-
-
Notifications
You must be signed in to change notification settings - Fork 107
Home
Developing distributed applications at scale is not a simple task and feels unnatural as it hides inherent risks and complexities. Microservices is not a silver bullet, it involves dealing with cross-cutting concerns that are inherent to the architecture - one of the main concerns that come with microservices architecture is the stability of the overall system teams will usually prefer a natural growth as stability evolves rather than scaling from day one.
Developing debugging and testing microservices at scale might become an almost impossible task for smaller development teams, usually, its a practice saved to the big guys. one alternative is to give-up on microservices architecture at first and refactor later which slows down the team productivity. with scalecube you don't have to give up on microservices! scalecube allows you to enjoy both worlds. it separates between the logical entity of a service and its physical attributes. you can now develop the system on same JVM as you would with a monolith and re-package its modules when you feel ready or required to scale. at that point with scalecube breaking the monolith becomes a packaging task rather than a refactoring task.

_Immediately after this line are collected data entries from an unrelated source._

/**
 * figuresOfLayer in WebAssembly SIMD (src/fold/int8-simd.ts) for float32-exact weights whose channels lie in
 * runs of at least 16 weights (Conv, ConvTranspose, Gemm with transB); undefined otherwise. Float32 raw bytes are
 * copied into the kernels' memory as they are, never decoded to float64.
 */
function simdFigures(l: LayerShape): LayerFigures | undefined {
  const t = l.tensor, n = elementCount(l.dims), { map, channels } = l;
  if (!FLOAT32_EXACT.has(t.dataType) || map.unit < 16 || map.of.length * map.unit !== n) return undefined;
  const s = t.storage;
  const raw = t.dataType === DataType.FLOAT && (s.kind === 'raw' || s.kind === 'external') && s.bytes.byteLength >= n * 4 ? s.bytes : undefined;
  const staged = stageFloat32(n, (view) => {
    if (raw) {
      // read straight into the kernels' memory when the bytes are on disk (no fresh buffer per weight)
      const dest = new Uint8Array(view.buffer, view.byteOffset, n * 4);
      const got = peekBytes(raw.subarray(0, n * 4), dest);
      if (got !== dest) dest.set(got);
    }
    else view.set(tensorToFloat64(t));
  });
  if (!staged) return undefined;
  const lo = new Float64Array(channels).fill(Infinity), hi = new Float64Array(channels).fill(-Infinity);
  const run = new Float64Array(2);
  for (let e = 0; e < map.of.length; e++) {
    const c = map.of[e]!;
    minmaxRun(staged, e * map.unit, map.unit, run);
    if (run[0]! < lo[c]!) lo[c] = run[0]!;
    if (run[1]! > hi[c]!) hi[c] = run[1]!;
  }
  const ranges = new Float64Array(channels), maxAbs = new Float64Array(channels);
  let widest = 0;
  for (let c = 0; c < channels; c++) {
    if (!(hi[c]! >= lo[c]!)) continue; // no number in the channel: range 0, max |w| 0, as the scalar loops give
    ranges[c] = hi[c]! - lo[c]!;
    maxAbs[c] = Math.max(Math.abs(lo[c]!), Math.abs(hi[c]!));
    if (maxAbs[c]! > widest) widest = maxAbs[c]!;
  }
  const scaleT = symmetricScale(widest), scaleC = maxAbs.map(symmetricScale);
  const sig = new Float64Array(channels), noiseT = new Float64Array(channels), acc = new Float64Array(3);
  for (let e = 0; e < map.of.length; e++) {
    const c = map.of[e]!, sc = scaleC[c]!, i = e * map.unit;
    acc[0] = sig[c]!; acc[1] = noiseT[c]!;
    // a zero scale (a channel of zeros, or of weights too small for float32 to scale) takes the scalar rounding
    if (scaleT > 0 && sc > 0) noiseRun(staged, i, map.unit, scaleT, sc, acc, (x) => [quantizeDequantize(x, scaleT), quantizeDequantize(x, sc)]);
    else noiseOfRun(staged, i, i + map.unit, scaleT, sc, acc);
    sig[c] = acc[0]; noiseT[c] = acc[1];
  }
  return { spread: spreadOf(ranges), channels, sqnr: sqnrFromSums(sig, noiseT, acc[2]!) };
}

const LINEAR = new Set(['Conv', 'ConvTranspose', 'Gemm', 'MatMul']);
const FLOAT_TYPES = new Set<number>([DataType.FLOAT, DataType.DOUBLE, DataType.FLOAT16, DataType.BFLOAT16]);

/**
 * The model as an 8-bit weight deployment would run it: the constant weights of every Conv, ConvTranspose, Gemm
 * and MatMul (subgraphs included) rounded through symmetric 8-bit quantize-dequantize, per tensor or per output
 * channel; everything else as it is. `model` is not changed. Returns the view and the number of layers rounded.
 */
export function roundedWeightsModel(model: Model, granularity: Int8Granularity): { model: Model; layers: number } {
  const rounded = new Map<Tensor, Tensor>();
  for (const scope of buildScopes(model)) {
    for (const n of scope.graph.nodes) {
      if (!LINEAR.has(n.opType)) continue;
      const lw = layerWeights(scope, n);
      if (!lw || rounded.has(lw.tensor)) continue; // a weight shared by two layers is rounded once, by the first
      const q = roundedInt8(lw.values, lw.map, lw.channels, granularity);
      rounded.set(lw.tensor, { ...makeTensor(lw.tensor.name, lw.dims, lw.tensor.dataType, q), docString: lw.tensor.docString });
    }
  }
  return { model: withSwappedTensors(model, (t) => rounded.get(t)), layers: rounded.size };
}

/** Index of a scope's linear nodes, built once per scope (a lookup per folded layer would make the report quadratic). */
interface NodeIndex {
  /** Linear nodes by name; unnamed ones by their output and by their data input (the first one wins). */
  linearByName: Map<string, Node>;
  unnamedByOutput: Map<string, Node>;
  unnamedByInput: Map<string, Node>;
}

function indexOf(scope: Scope, cache: Map<Scope, NodeIndex>): NodeIndex {
  let ix = cache.get(scope);
  if (ix) return ix;
  ix = { linearByName: new Map(), unnamedByOutput: new Map(), unnamedByInput: new Map() };
  for (const n of scope.graph.nodes) {
    if (!LINEAR.has(n.opType)) continue;
    if (n.name) { if (!ix.linearByName.has(n.name)) ix.linearByName.set(n.name, n); continue; }
    if (n.outputs[0] !== undefined && !ix.unnamedByOutput.has(n.outputs[0])) ix.unnamedByOutput.set(n.outputs[0], n);
    if (n.inputs[0] !== undefined && !ix.unnamedByInput.has(n.inputs[0])) ix.unnamedByInput.set(n.inputs[0], n);
  }
  cache.set(scope, ix);
  return ix;
}

/**
 * The nodes of a scope with the given ledger labels (name, or op#index when unnamed; the first one wins): one
 * pass over the graph, keeping only the labels asked for (no map of every label).
 */
function nodesByLabel(scope: Scope, labels: ReadonlyMap<string, unknown>): Map<string, Node> {
  const found = new Map<string, Node>();
  for (const n of scope.graph.nodes) {
    const label = labelOf(scope, n);
    if (labels.has(label) && !found.has(label)) found.set(label, n);
  }
  return found;
}

/**
 * The folded model's node for a target of the original. Named nodes keep their names through a fold; an
 * unnamed one's op#index label shifts when nodes before it are removed, so it is found by the values it
 * shares with the original: its output (kept by a fold into the consumer) or its data input (kept by a fold
 * into the producer).
 */
function counterpart(after: NodeIndex, original: Node): Node | undefined {
  if (original.name) return after.linearByName.get(original.name);
  return after.unnamedByOutput.get(original.outputs[0]!) ?? after.unnamedByInput.get(original.inputs[0]!);
}

function scopeFor(scopes: Scope[], others: Scope[], path: string): Scope | undefined {
  const i = others.findIndex((s) => s.path === path);
  // fold never adds or removes subgraphs, so the pre-order position identifies a body even if a path's label moved
  return scopes.find((s) => s.path === path) ?? (i >= 0 ? scopes[i] : undefined);
}

/** What the quantization report reads of a ledger entry. */
export type FoldedTargets = Pick<LedgerEntry, 'node' | 'status' | 'target' | 'targets' | 'graph' | 'copy'>;

/** A folded target with the figures of its original weights: the first half of a quantization row. */
export interface TargetBefore {
  graph: string;
  target: string;
  /** The --clone-shared copy of the target that the fold rewrote (found by this name in the folded model). */
  copy?: string;
  norms: string[];
  /** The target node in the original model (the folded model's node is found from it, unless a copy was rewritten). */
  node: Node;
  figures: LayerFigures;
}

/** The original model's half of the quantization report: its scopes and each folded target's figures. */
export interface QuantBefore { scopes: Scope[]; targets: TargetBefore[] }

/**
 * The figures of the original weights of every folded target layer, in ledger order (quantReadiness's first
 * half; it needs nothing of the folded model, so a file job works it out while the folded model is written).
 */
export function quantBefore(before: Model, ledger: readonly FoldedTargets[]): QuantBefore {
  // With --clone-shared a fold rewrote a copy of its target and left the target as it was: the row is the copy's
  // (its folded weights ship), its before figures the target's (what the copy started from). A later fold into
  // the copy (the ledger then names the copy as its target) joins the copy's row. So first the copies' originals,
  // by graph, then the rows keyed by the layer actually rewritten.
  let originOf: Map<string, Map<string, string>> | undefined;
  for (const e of ledger) {
    if (e.status !== 'folded' || e.target === null || e.copy === undefined) continue;
    let inGraph = (originOf ??= new Map()).get(e.graph);
    if (!inGraph) originOf.set(e.graph, inGraph = new Map());
    inGraph.set(e.copy, e.target);
  }
  // by graph, then rewritten layer (no joined key per entry); `order` keeps the ledger's order across graphs
  type Group = { graph: string; target: string; copy?: string; norms: string[] };
  const byGraph = new Map<string, Map<string, Group>>();
  const order: Group[] = [];
  for (const e of ledger) {
    if (e.status !== 'folded' || e.target === null) continue;
    let inGraph = byGraph.get(e.graph);
    if (!inGraph) byGraph.set(e.graph, inGraph = new Map());
    const origins = originOf?.get(e.graph);
    // a norm read by several layers folded into each of them: one row per layer
    const add = (target: string) => {
      // (a fold that made a copy has a single target, the copy's original)
      const rewritten = e.copy ?? target, original = e.copy !== undefined ? target : origins?.get(target) ?? target;
      let g = inGraph!.get(rewritten);
      if (!g) {
        inGraph!.set(rewritten, g = rewritten === original ? { graph: e.graph, target: original, norms: [] } : { graph: e.graph, target: original, copy: rewritten, norms: [] });
        order.push(g);
      }
      if (!g.norms.includes(e.node)) g.norms.push(e.node);
    };
    if (e.copy !== undefined) add(e.target);
    else if (e.targets?.length) for (const t of e.targets) add(t);
    else add(e.target);
  }
  if (order.length === 0) return { scopes: [], targets: [] };
  // the original layers' labels wanted in each graph
  const wantedIn = new Map<string, Map<string, true>>();
  for (const g of order) {
    let w = wantedIn.get(g.graph);
    if (!w) wantedIn.set(g.graph, w = new Map());
    w.set(g.target, true);
  }
  const sb = buildScopes(before);
  const found = new Map<string, { scope: Scope; nodes: Map<string, Node> }>();
  for (const [graph, wanted] of wantedIn) {
    const scope = scopeFor(sb, sb, graph);
    if (scope) found.set(graph, { scope, nodes: nodesByLabel(scope, wanted) });
  }
  const targets: TargetBefore[] = [];
  for (const g of order) {
    const at = found.get(g.graph), node = at?.nodes.get(g.target);
    if (!node) continue;
    const figures = figuresOfLayer(at!.scope, node);
    if (!figures) continue;
    targets.push(g.copy === undefined ? { graph: g.graph, target: g.target, norms: g.norms, node, figures } : { graph: g.graph, target: g.target, copy: g.copy, norms: g.norms, node, figures });
  }
  return { scopes: sb, targets };
}

/**
 * quantReadiness's second half: the figures of each target's folded weights in `after`, and the rows.
 * `afterScopes` may give scopes of `after` already built (and current).
 */
export function quantAfter(start: QuantBefore, after: Model, thresholdDb = QUANT_THRESHOLD_DB, afterScopes?: Scope[]): QuantRow[] {
  if (start.targets.length === 0) return [];
  // (`afterScopes`: the fold's own scopes of `after`, still current, so its graphs are not indexed again)
  const sb = start.scopes, sa = afterScopes ?? buildScopes(after);
  const index = new Map<Scope, NodeIndex>();
  const scopes = new Map<string, Scope | undefined>(); // by graph path, looked up once per graph
  const rows: QuantRow[] = [];
  for (const t of start.targets) {
    let scopeA = scopes.get(t.graph);
    if (scopeA === undefined && !scopes.has(t.graph)) scopes.set(t.graph, scopeA = scopeFor(sa, sb, t.graph));
    if (!scopeA) continue;
    // (a copy is always named: freshName in the fold driver)
    const ix = indexOf(scopeA, index), na = t.copy !== undefined ? ix.linearByName.get(t.copy) : counterpart(ix, t.node);
    if (!na) continue;
    const b = t.figures, a = figuresOfLayer(scopeA, na);
    if (!a) continue;
    rows.push({
      target: t.target, ...(t.copy !== undefined ? { copy: t.copy } : {}), norms: t.norms, channels: a.channels, spreadBefore: b.spread, spreadAfter: a.spread,
      sqnrBefore: b.sqnr, sqnrAfter: a.sqnr,
      // flagged when the fold brought a channel below the threshold (a channel already that lossy before the fold,
      // e.g. a dead one, is shown but not blamed on the fold)
      flagged: a.sqnr.worstChannel < thresholdDb && a.sqnr.worstChannel < b.sqnr.worstChannel,
    });
  }
  return rows;
}

/**
 * One row per folded target layer, in ledger order. `before` is the original model, `after` the folded one;
 * `afterScopes` may give scopes of `after` already built (and current).
 */
export function quantReadiness(before: Model, after: Model, ledger: readonly LedgerEntry[], thresholdDb = QUANT_THRESHOLD_DB, afterScopes?: Scope[]): QuantRow[] {
  return quantAfter(quantBefore(before, ledger), after, thresholdDb, afterScopes);
}
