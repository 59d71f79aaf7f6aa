// DepthToSpace (DCR and CRD) and SpaceToDepth. Outside check: onnxruntime-node (graph optimizations off) on
// seeded random shapes and block sizes, and the round trip SpaceToDepth(DepthToSpace(x)) = x in DCR mode.
import { describe, expect, it } from 'vitest';
import { GraphBuilder } from '../helpers/build.js';
import { SEEDS, count, randn, rng, vsOrt } from './ort-compare.js';
import { runBoth } from './harness.js';

describe('DepthToSpace and SpaceToDepth (outside check: onnxruntime-node)', () => {
  it('both modes, block sizes 1-3', async () => {
    for (const seed of SEEDS) {
      const r = rng(seed);
      const b = 1 + Math.floor(r() * 3);
      const dims = [1 + Math.floor(r() * 2), b * b * (1 + Math.floor(r() * 3)), 1 + Math.floor(r() * 3), 1 + Math.floor(r() * 3)];
      const x = { name: 'x', dims, data: randn(r, count(dims)) };
      await vsOrt('DepthToSpace', 13, [x], { blocksize: b, mode: 'DCR' });
      await vsOrt('DepthToSpace', 13, [x], { blocksize: b, mode: 'CRD' });
      await vsOrt('DepthToSpace', 1, [x], { blocksize: b });
      const sdims = [dims[0]!, 1 + Math.floor(r() * 3), b * (1 + Math.floor(r() * 3)), b * (1 + Math.floor(r() * 3))];
      await vsOrt('SpaceToDepth', 13, [{ name: 'x', dims: sdims, data: randn(r, count(sdims)) }], { blocksize: b });
    }
  });

  it('SpaceToDepth undoes DepthToSpace (DCR)', async () => {
    const r = rng(9);
    const dims = [1, 8, 3, 2];
    const g = new GraphBuilder();
    g.input('x', dims);
    g.node('DepthToSpace', ['x'], { blocksize: 2 }, { outputs: ['d'] });
    g.node('SpaceToDepth', ['d'], { blocksize: 2 }, { outputs: ['y'] });
    g.output('y');
    const x = randn(r, count(dims));
    const res = await runBoth(g, [{ name: 'x', dims, data: x }], 13);
    expect(Array.from(res.f64.get('y')!.data)).toEqual(Array.from(x));
  });
});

Scalecube microservices is a service built based on scalecube cluster which provides a built-in service discovery. the discovery uses SWIM protocol and gossip that scales better and have inherent failure detection and superior coherent understanding of the cluster state and cluster membership taking part in a swarm of services. such approach provides a true service-mesh and lower latency and more resilient technique as routing and service lookup is a local operation. this simplify the deployments dramatically reduces the need for configuration management of large scale microservices cluster.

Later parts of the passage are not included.